The square-foot costs of office space along Crosby Drive range between $18.50 to $26 compared with $28 to $45 in Waltham, and $27 to $35 in Burlington, said Rich Reggerio, a senior director of commercial real estate services firm Cushman & Wakefield Inc., the Crosby Corporate Center’s local agent.

The center, which was built in two phases ending in 1968 and then 1998, now includes nine buildings that have typically housed tech companies, he said.

Data Intensity, a managed service provider founded in 2000, moved from Waltham to the Crosby Corporate Center in November 2007 to keep its monthly rent payment level while growing operating space from 15,000 square feet to 25,000 square feet, Kennefick said.

IRobot (Nasdaq: IRBT) moved into a 158,000-square-foot space at the Bedford Business Park with access to an adjacent state-owned property where the company can test its products. Boston Properties bought the 475,978-square-foot office park in 1976 and renovated it as recently as 2001.

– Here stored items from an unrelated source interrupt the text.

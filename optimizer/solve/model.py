"""The CP-SAT model of the pick: an exact cover of R1..R4 by options under linear requirements.

Linearisation (first order, in logs of effective resistances; see ``options``):

* CMRR. CMRR⁻¹ of the resistors equals 2·tanh(|ln x|/2) with ln x = g(y₁) − g(y₂),
  y₁ = ln(R2/R1'), y₂ = ln(R4'/R3'), g(y) = −ln(1 + e^−y) (exact algebra of the transfer in
  ``optimizer.analysis.transfer``). Since g' = 1/(1+e^y) lies between 1/(1+G_hi) and 1 for every
  design whose gain stays below G_hi, a design meeting a floor C with an amplifier of CMRR C_a
  has |δ| = |y₂ − y₁| ≤ B = 2·atanh(X/2)·(1 + G_hi) with X = 1/C − 1/C_a. Worst case over the
  parts: |δ_nom,v| + Wδ,v ≤ B at every environment vertex v; yield basis: (B − |δ_nom,v|)² ≥
  z²·Sδ,v with z the one-sided normal quantile of the yield (a necessary condition).
* Gain. ln Adm ≈ γ = Σ cg·φ, and finite open-loop gain A lowers it by ln(1 + (1+G)/A):
  ln(1 − acc) ≤ γ_v − ln G ± Wg,v (− the A term) ≤ ln(1 + acc).
* Input impedance: R1 + R3 (differential, ideal amplifier), R1 + R2 and R3 + R4 (each bounds the
  common-mode impedance from above) at least the minimum.
* Noise: Σ per-position output noise power density ≤ limit²/bandwidth − the amplifier's floor.
* Ratings: options are pre-filtered per position by voltage and derated power.

Every bound is taken on its optimistic side and widened by a small relative slack, so the
linear model is a relaxation of the exact check: it never rejects a design the exact check
accepts. The search (``optimizer.solve.search``) verifies each candidate exactly and cuts the
ones the relaxation let through.
"""

from __future__ import annotations

import math
from collections.abc import Callable, Mapping, Sequence
from dataclasses import dataclass

import numpy as np
from numpy.typing import NDArray
from ortools.sat.python import cp_model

But the Crosby Drive locations are not along Route 128, so tenants lose out on the chance for high-profile logos on their buildings. They’re also further from the Massachusetts Turnpike compared to Waltham.

Meanwhile, two new office parks, the TradeCenter 128 in Woburn and the Westwood Station, southwest of Boston — both adjacent to Route 128 — are offering tech companies alternatives. TradeCenter 128’s vice president of leasing, Eric Anderson, said he’s attempting to lure companies away from pricier Waltham and Cambridge to his 400,000-square-foot building with lower rental rates. TradeCenter 128, which is 30 percent leased, has signed 11 tenants paying $28 to $34 per square foot. However, it still hasn’t attracted its first technology tenant, Anderson said.

“Tech is definitely one of those sectors we’re focusing on,” he said.

In Bedford, town manager Richard Reed said the widening of Route 3 and its access ramp to Crosby Drive three years ago, and state and town tax breaks, have made the area more attractive to prospective tenants. Yet he wants a mix of tenants, both tech and nontech, rather than a dominance of software companies, to avoid a recurrence of the vacancies that followed the dot-com bust in 2001.

The Crosby Corporate Center is now about 28 percent vacant, but Reggerio expects that figure to drop to 10 percent by the first quarter of 2009.

Officials at two former Burlington-based companies, TimeTrade Systems Inc. and Jingle Networks, said they saved rent or got more space by moving to Crosby Drive last year.

Anthony Gardner, CFO of iRacing.com Motorsport Simulations LLC, which moved into 34 Crosby Drive 14 months ago, said the additional technology companies have had a symbiotic effect without creating overcrowding.

“It’s laid back,” he said, “but you still have plenty of companies in the area we do business with.”